The Election is Over: What Should You Expect?

post-election-post-graphicIt has now been one month since election day, a new administration in the White House and a new Congressional makeup are in the works. If you’re like us, you are probably starting to wonder, “How will this affect me?” The President-elect made campaign promises that would affect both personal and business taxes as well as healthcare costs.

While campaign promises are subject to change, the following are the highlights of what you may expect following the inauguration of President-elect Trump based on his proposals:

Tax Reform

President-elect Trump’s campaign included several tax-related proposals that he intends to pursue during his first 100 days in office, which are set forth in more detail below.

Individual Income Tax Rates

Under the American Taxpayer Relief Act of 2012, the current individual income tax rates are 10, 15, 25, 28, 33, 35, and 39.6 percent.  During the campaign, President-elect Trump proposed a new rate structure of 12, 25 and 33 percent as follows:

Current Rates Rate under Proposed Structure
10 and 15% 12%
25 and 28% 25%
33, 35 and 39.6% 33%

This rate structure tracks one proposed by House Republicans earlier this year.

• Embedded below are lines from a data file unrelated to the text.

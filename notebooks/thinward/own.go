package main

import (
	"io/fs"

	"thinward/notebooks"
)

// ownNotebook gives a notebook that comes with thinward.
func ownNotebook(name string) ([]byte, bool) {
	data, err := notebooks.Files.ReadFile(name)
	return data, err == nil
}

func ownNames() []string {
	names, _ := fs.Glob(notebooks.Files, "*.ipynb")
	return names
}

In addition to changes to individual income tax rates, President-elect Trump proposed changes to the capital gains and dividend tax rates to align such rates within his proposed percent income tax bracket levels.

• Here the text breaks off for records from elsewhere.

package main

import (
	"fmt"
	"io"
	"strings"

	"github.com/spf13/cobra"

	"thinward/io/cif"
	"thinward/io/delimited"
	"thinward/io/manifest"
)

// peekReport is what peek --json prints.
type peekReport struct {
	File   string      `json:"file"`
	Kind   string      `json:"kind"`
	Blocks []peekBlock `json:"blocks,omitempty"`
	Lists  []peekList  `json:"lists"`
}

type peekBlock struct {
	Code  string `json:"code"`
	Items int    `json:"items"`
	Loops int    `json:"loops"`
}

type peekList struct {
	Block     string         `json:"block,omitempty"`
	Category  string         `json:"category,omitempty"`
	Line      int            `json:"line,omitempty"`
	Merged    bool           `json:"merged"`
	Rows      int            `json:"rows"`
	Columns   []string       `json:"columns"`
	Intensity string         `json:"intensity,omitempty"`
	Sigma     string         `json:"sigma,omitempty"`
	Angle     string         `json:"angle,omitempty"`
	Frame     string         `json:"frame,omitempty"`
	Range     [2][3]int      `json:"index_range"`
	I         [2]float64     `json:"intensity_range"`
	Sets      map[string]int `json:"data_sets,omitempty"`
	Nulls     int            `json:"nulls"`
	Warnings  []string       `json:"warnings,omitempty"`
}

func (a *app) peek() *cobra.Command {
	c := &cobra.Command{
		Use:     "peek FILE",
		Short:   "What a reflection file holds: blocks, lists, columns, ranges; a syntax error with its line",
		Example: "  thinward peek L1-thin.cif.gz",
		Args:    cobra.ExactArgs(1),
		RunE: func(_ *cobra.Command, args []string) error {
			if err := readable(args[0]); err != nil {
				return err
			}
			r, err := peekFile(args[0])
			if err != nil {
				return err
			}
			if a.json {
				return writeJSON(a.out, r)
			}
			return r.print(a.out)
		},
	}
	c.Flags().BoolVar(&a.json, "json", false, "print JSON")
	return c
}

func peekFile(path string) (*peekReport, error) {
	isCIF, err := manifest.LooksLikeCIF(path)
	if err != nil {
		return nil, err
	}
	if !isCIF {
		return peekColumns(path)
	}
	f, err := cif.ReadFile(path)
	if err != nil {
		return nil, err
	}
	r := &peekReport{File: path, Kind: "CIF", Lists: []peekList{}}
	for _, b := range f.Blocks {
		r.Blocks = append(r.Blocks, peekBlock{Code: b.Code, Items: len(b.Items), Loops: len(b.Loops)})
	}
	for _, l := range f.Lists() {
		p := peekList{
			Block: l.Block, Category: l.Category, Line: l.Line, Merged: l.Merged, Rows: l.Rows, Columns: l.Columns, Intensity: l.Intensity, Sigma: l.Sigma,
			Angle: l.Angle, Frame: l.Frame, Range: [2][3]int{l.MinHKL, l.MaxHKL}, I: [2]float64{l.MinIntensity, l.MaxIntensity}, Nulls: l.Nulls,
		}
		for _, sets := range [][]cif.Set{l.DiffrnIDs, l.ScaleSets} {
			for _, s := range sets {
				if p.Sets == nil {
					p.Sets = map[string]int{}
				}
				p.Sets[s.Code] = s.Rows
			}
		}
		if l.Twin {
			p.Warnings = append(p.Warnings, "holds rows of several twin components and cannot be read")
		}
		r.Lists = append(r.Lists, p)
	}
	return r, nil
}

func peekColumns(path string) (*peekReport, error) {
	d, err := delimited.ReadFile(path, nil)
	if err != nil {
		return nil, fmt.Errorf("%w\n(column text without a header of names needs [columns] order = [...] in a manifest)", err)
	}
	p := peekList{Rows: d.Rows, Columns: d.Order, Category: d.Layout}
	c := d.Columns
	for i := range c.I {
		h := [3]int{int(c.H[i]), int(c.K[i]), int(c.L[i])}
		if i == 0 {
			p.Range, p.I = [2][3]int{h, h}, [2]float64{c.I[i], c.I[i]}
		}
		for k := range 3 {
			p.Range[0][k], p.Range[1][k] = min(p.Range[0][k], h[k]), max(p.Range[1][k], h[k])
		}
		p.I[0], p.I[1] = min(p.I[0], c.I[i]), max(p.I[1], c.I[i])
	}
	for _, s := range d.SetAside {
		p.Warnings = append(p.Warnings, fmt.Sprintf("%d rows are set aside: %s (first on line %d)", s.Count, s.Reason, s.FirstLine))
	}
	for _, w := range d.Warnings {
		p.Warnings = append(p.Warnings, w.Text)
	}
	return &peekReport{File: path, Kind: "column text", Lists: []peekList{p}}, nil
}

func (r *peekReport) print(w io.Writer) error {
	var b strings.Builder
	fmt.Fprintf(&b, "%s: %s\n", r.File, r.Kind)
	for _, k := range r.Blocks {
		fmt.Fprintf(&b, "  block %s: %d items, %d loops\n", k.Code, k.Items, k.Loops)
	}
	if len(r.Lists) == 0 {
		fmt.Fprintln(&b, "  no reflection list")
	}
	for _, l := range r.Lists {
		kind := "unmerged"
		if l.Merged {
			kind = "merged"
		}
		where := l.Category
		if l.Block != "" {
			where = fmt.Sprintf("%s in block %s, line %d", l.Category, l.Block, l.Line)
		}
		fmt.Fprintf(&b, "  list %s: %d rows, %s\n", where, l.Rows, kind)
		fmt.Fprintf(&b, "    columns   %s\n", strings.Join(l.Columns, " "))
		for _, c := range [][2]string{{"intensity", l.Intensity}, {"sigma", l.Sigma}, {"angle", l.Angle}, {"frame", l.Frame}} {
			if c[1] != "" {
				fmt.Fprintf(&b, "    %-9s %s\n", c[0], c[1])
			}
		}
		fmt.Fprintf(&b, "    indices   %d..%d %d..%d %d..%d, intensity %g to %g\n", l.Range[0][0], l.Range[1][0], l.Range[0][1], l.Range[1][1], l.Range[0][2], l.Range[1][2], l.I[0], l.I[1])
		if len(l.Sets) > 0 && len(l.Sets) < 40 {
			for _, k := range sortedCounts(l.Sets) {
				fmt.Fprintf(&b, "    data set  %s: %d rows\n", k, l.Sets[k])
			}
		} else if len(l.Sets) > 0 {
			fmt.Fprintf(&b, "    codes     %d different\n", len(l.Sets))
		}
		if l.Nulls > 0 {
			fmt.Fprintf(&b, "    nulls     %d\n", l.Nulls)
		}
		for _, s := range l.Warnings {
			fmt.Fprintf(&b, "    warning   %s\n", s)
		}
	}
	_, err := io.WriteString(w, b.String())
	return err
}

func sortedCounts(m map[string]int) []string {
	plain := map[string]string{}
	for k := range m {
		plain[k] = ""
	}
	return sortedKeys(plain)
}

Deductions and Family Tax Breaks

President-elect Trump further proposed he would seek to limit itemized deductions, eliminate the head-of-household filing status and all personal exemptions.

President-elect Trump also has called for increasing the standard deduction. Under his plan, the standard deduction would increase to $15,000 for single individuals and to $30,000 for married couples filing jointly.

Additionally, President-elect Trump proposes to seek the creation of dependent care savings accounts, changes to earned income tax credit and enhanced deductions for child care and eldercare.

Alternative Minimum Tax and Gift/Estate Tax

President-elect Trump proposed to repeal the alternative minimum tax (AMT) and the federal estate and gift tax. The unified federal estate and gift tax currently starts for estates valued at $5.490 million per individual for 2017.

Health Care

President-elect Trump made repeal of the Affordable Care Act (ACA) a primary focus in his campaign. The President-elect said he would call a special session of Congress to repeal the ACA, which enacted several new tax provisions and a penalty into law to fund the ACA, including the net investment income tax and the Additional Medicare Tax, both of which largely impact higher income taxpayers.

Business Tax Proposals

The current corporate tax rate is 35 percent. President-elect Trump called during the campaign for a reduction in the corporate tax rate from 35 percent to 15 percent. Furthermore, the President-elect has proposed sharing that rate with owners of “pass through” entities (i.e. sole proprietorships, partnerships and S corporations), but only for profits that are reinvested in the business.

Trump also proposed a doubling of the small business expensing election to $1 million, and the immediate deduction of all new investments in a business.

President-elect Trump’s tax proposals that are outlined above are based largely on representations by him during the campaign and in his campaign materials.